BEGIN Data to process

/**
 * The one place a catalog clipping option becomes the harmonic engine's input.
 *
 * Everyone who shows or prints a profile calls these (storefront, listening preview, production,
 * spec sheets), so the same option always gives the same numbers:
 *
 *   optionCircuit(drive, option)            → CircuitSpec for computeProfile / driveSweep / transferCurve
 *   optionContractInput(drive, option, at?) → the engine CLI's contract JSON (npm run --silent profile)
 *                                             at one drive rotation (default: the revision's reference drive)
 *
 * `drive` is a model revision's drive stage as the catalog API returns it (camelCase, see DriveStageValues),
 * `option` an option's topology, network values (contract names: seriesOhms, shuntFarads, feedbackOhms,
 * groundOhms, feedbackFarads) and its device strings with SPICE parameters (is, n, rs, eg, xti).
 *
 * Mapping rules (why the numbers are what they are):
 * - The catalog stores the pot taper as 'audio' | 'linear'; the engine calls audio 'log'.
 * - The drive stage's supply limit is the op-amp swing of a stage biased at half supply:
 *   railPeakFromSupply(supplyV) = supplyV/2 − 1.5 V (3.0 V at 9 V, 7.5 V at 18 V).
 * - Tone 1 kHz and 27 °C (the engine's TNOM) unless given; 10 harmonics in the contract.
 * Pure code: no Node-only APIs, safe in the browser and a Web Worker.
 */
import { gainAtDrive, railPeakFromSupply, type CircuitSpec, type DriveStage } from '../engine/index';

/** A revision's drive-stage values, e.g. {minGain: 1, maxGain: 150, taper: 'audio', inputPeakV: 0.1, supplyV: 9, referenceDrive: 0.5}. */
export interface DriveStageValues {
  minGain: number;
  maxGain: number;
  taper: 'audio' | 'linear';
  inputPeakV: number;
  supplyV: number;
  referenceDrive: number;
}

/** One device of a string, SPICE parameters, e.g. {is: 2.52e-9, n: 1.752, rs: 0.568}. */
export interface StringDevice {
  is: number;
  n: number;
  rs: number;
  eg?: number | null;
  xti?: number | null;
}

export type OptionTopology = 'shunt' | 'feedback' | 'none';

/** Network values in the engine contract's names; absent values take the defaults below. */
export interface NetworkValues {
  seriesOhms?: number;
  shuntFarads?: number;
  feedbackOhms?: number;
  groundOhms?: number;
  feedbackFarads?: number;
}

/** What circuit() needs from a clipping option. */
export interface OptionCircuitSource {
  topology: OptionTopology;
  network: NetworkValues;
  positive: readonly StringDevice[];
  negative: readonly StringDevice[];
}

/** Defaults where an option leaves a value out: 2.2 kΩ series, 100 kΩ / 4.7 kΩ feedback, no capacitors. */
export const NETWORK_DEFAULTS: Required<NetworkValues> = {
  seriesOhms: 2200, shuntFarads: 0, feedbackOhms: 100_000, groundOhms: 4700, feedbackFarads: 0,
};

export const DEFAULT_TONE_HZ = 1000;
export const DEFAULT_TEMPERATURE_C = 27;
export const CONTRACT_HARMONICS = 10;

function device(d: StringDevice) {
  const out: { is: number; n: number; rs: number; eg?: number; xti?: number } = { is: d.is, n: d.n, rs: d.rs };
  if (d.eg !== undefined && d.eg !== null) out.eg = d.eg;
  if (d.xti !== undefined && d.xti !== null) out.xti = d.xti;
  return out;
}

/** The engine's drive stage for a revision, e.g. audio taper → 'log', 9 V → rail 3.0 V. */
export function engineDriveStage(drive: DriveStageValues): DriveStage {
  return {
    minGain: drive.minGain,
    maxGain: drive.maxGain,
    taper: drive.taper === 'linear' ? 'linear' : 'log',
    inputPeakV: drive.inputPeakV,
    railPeakV: railPeakFromSupply(drive.supplyV),
  };
}

/** The contract's `clipper` object for an option, e.g. {topology: 'shunt', seriesOhms: 2200, …, positive: [{is, n, rs}]}. */
export function engineClipper(option: OptionCircuitSource) {
  const n = { ...NETWORK_DEFAULTS, ...stripUndefined(option.network) };
  return {
    topology: option.topology,
    seriesOhms: n.seriesOhms,
    shuntFarads: n.shuntFarads,
    feedbackOhms: n.feedbackOhms,
    groundOhms: n.groundOhms,
    feedbackFarads: n.feedbackFarads,
    positive: option.positive.map(device),
    negative: option.negative.map(device),
  };
}

function stripUndefined(n: NetworkValues): NetworkValues {
  return Object.fromEntries(Object.entries(n ?? {}).filter(([, v]) => v !== undefined && v !== null)) as NetworkValues;
}

/** CircuitSpec for computeProfile(optionCircuit(drive, option)). */
export function optionCircuit(drive: DriveStageValues, option: OptionCircuitSource, toneHz = DEFAULT_TONE_HZ, temperatureC = DEFAULT_TEMPERATURE_C): CircuitSpec {
  return {
    clipper: engineClipper(option),
    drive: engineDriveStage(drive),
    toneHz,
    temperatureC,
    referenceDrive: drive.referenceDrive,
  };
}

/** The engine contract JSON at one drive rotation (default the reference drive), as `npm run --silent profile` reads it. */
export function optionContractInput(drive: DriveStageValues, option: OptionCircuitSource, rotation = drive.referenceDrive, toneHz = DEFAULT_TONE_HZ) {
  const stage = engineDriveStage(drive);
  return {
    toneHz,
    inputPeakV: drive.inputPeakV,
    driveGain: gainAtDrive(stage, rotation),
    railPeakV: stage.railPeakV as number,
    clipper: engineClipper(option),
    temperatureC: DEFAULT_TEMPERATURE_C,
    harmonics: CONTRACT_HARMONICS,
  };
}
export type ContractJson = ReturnType<typeof optionContractInput>;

END Data to process

Assignment: Reproduce every line from the preceding data in which the word "referenceDrive" can be found.

Solution to the problem:
/** A revision's drive-stage values, e.g. {minGain: 1, maxGain: 150, taper: 'audio', inputPeakV: 0.1, supplyV: 9, referenceDrive: 0.5}. */
  referenceDrive: number;
    referenceDrive: drive.referenceDrive,
export function optionContractInput(drive: DriveStageValues, option: OptionCircuitSource, rotation = drive.referenceDrive, toneHz = DEFAULT_TONE_HZ) {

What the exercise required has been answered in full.